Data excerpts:
def test_made_epw_as_pvlib_reads_it(plain):
    rows = epw_rows()
    frame, meta = iotools.read_epw(io.StringIO(epw_text(rows)))
    assert (len(frame), meta["latitude"], meta["longitude"], meta["TZ"]) == (8760, 45.0, 10.0, 1.0)
    pairs = {"ghi": "ghi", "dni": "dni", "dhi": "dhi", "t_air": "temp_air", "t_dew": "temp_dew", "wind": "wind_speed"}
    for ours, theirs in pairs.items():
        assert frame[theirs].tolist() == [float(row[EPW[ours]]) for row in rows], ours
    assert plain.ghi.tolist() == frame["ghi"].tolist()
    assert plain.t_air == pytest.approx(frame["temp_air"].to_numpy() + 273.15, abs=1e-9)


def test_made_tmy3_and_tmy2_as_pvlib_reads_them(tmp_path):
    tmy3 = Tmy3().set("t_air", hours=range(100, 101), value="-12.3").set("ghi", hours=range(101, 102), value="7")
    frame, _ = iotools.read_tmy3(io.StringIO(tmy3.text), coerce_year=2006)
    assert (frame["temp_air"].iloc[100], frame["ghi"].iloc[101], len(frame)) == (-12.3, 7, 8760)
    tmy2 = Tmy2().set("t_air", hours=range(100, 101), value="-123").set("wind", hours=range(101, 102), value="77")
    tmy2.rows = tmy2.rows[:200]  # its reader is slow
    path = tmp_path / "made.tm2"
    path.write_text(tmy2.text, encoding="ascii")
    frame, _ = iotools.read_tmy2(str(path))
    assert (frame["DryBulb"].iloc[100], frame["Wspd"].iloc[101], len(frame)) == (-123, 77, 200)


def test_made_epw_is_sound(plain):
    assert plain.notices == ()
    assert plain.stamp.rule_min == plain.stamp.used_min == 30.0
    assert plain.stamp.found_min == pytest.approx(
        30.0, abs=0.1
    )  # made so: closure at mid-hour, a tenth of a W/m2 rounded
    assert plain.source_years == (2005,)
    assert plain.time_mid[0] == np.datetime64("2004-12-31T23:30")  # 00:30 at UTC+1
    for column in COLUMNS:
        assert np.isfinite(getattr(plain, column)).all(), column
    assert set(plain.longwave.tolist()) == {310.0}
    assert set(plain.cloud.tolist()) == {0.2}
    assert plain.pressure == pytest.approx(100100.0)


def test_epw_minutes_do_not_matter(of, plain):
    weather = of(epw_text(epw_rows(minute=0)))
    assert (weather.time_mid == plain.time_mid).all()
    assert (weather.ghi == plain.ghi).all()


def test_line_ends_of_windows(of, plain):
    assert (of(epw_text(epw_rows()).replace("\n", "\r\n")).ghi == plain.ghi).all()


# --- the header


def test_comma_in_the_name_of_an_epw(told):
    assert told(epw_text(epw_rows(), city="Testfield, North")) == [
        (
            "made.dat:1: EPW header LOCATION needs ten fields; a comma in the place's name shifts the others; "
            "got 11 fields: LOCATION,Testfield, North,-,XXX,made,000000,45.0,10.0,1.0,100.0; mend the first line"
        )
    ]


def test_comma_in_quotes_is_no_fault(of, plain):
    weather = of(epw_text(epw_rows(), city='"Testfield, North"'))
    assert weather.site.name.split() == ["Testfield", "North"]
    assert (weather.ghi == plain.ghi).all()


def test_comma_in_the_name_of_a_tmy3(told):
    made = Tmy3()
    made.head = "723170,GREENSBORO, NORTH,NC,-5.0,36.100,-79.950,273"
    assert told(made.text) == [
        (
            "made.dat:1: TMY3 header needs seven fields: code, name, state, UTC offset, latitude, longitude, altitude; "
            f"got {made.head!r}; mend the first line"
        )
    ]


IMPOSSIBLE = {
    "latitude": ("95.5", "latitude_deg is impossible; got 95.5; allowed: -90 to 90"),
    "longitude": ("-190.0", "longitude_deg is impossible; got -190; allowed: -180 to 180"),
    "altitude": ("12345.0", "altitude_m is impossible; got 12345; allowed: -450 to 9000"),
    "offset": ("15.0", "utc_offset_h is impossible; got 15; allowed: -12 to 14"),
}
MEND = "a comma in the place's name shifts the header; mend it, or give the value under [place]"


@pytest.mark.parametrize("key", IMPOSSIBLE)
def test_impossible_place(told, key):
    value, message = IMPOSSIBLE[key]
    assert told(epw_text(epw_rows(), **{key: value})) == [f"made.dat: header: {message}; {MEND}"]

- What the task asks: Keep only those lines of the records that hold "tolist", and return them.

- Result of this exercise:
        assert frame[theirs].tolist() == [float(row[EPW[ours]]) for row in rows], ours
    assert plain.ghi.tolist() == frame["ghi"].tolist()
    assert set(plain.longwave.tolist()) == {310.0}
    assert set(plain.cloud.tolist()) == {0.2}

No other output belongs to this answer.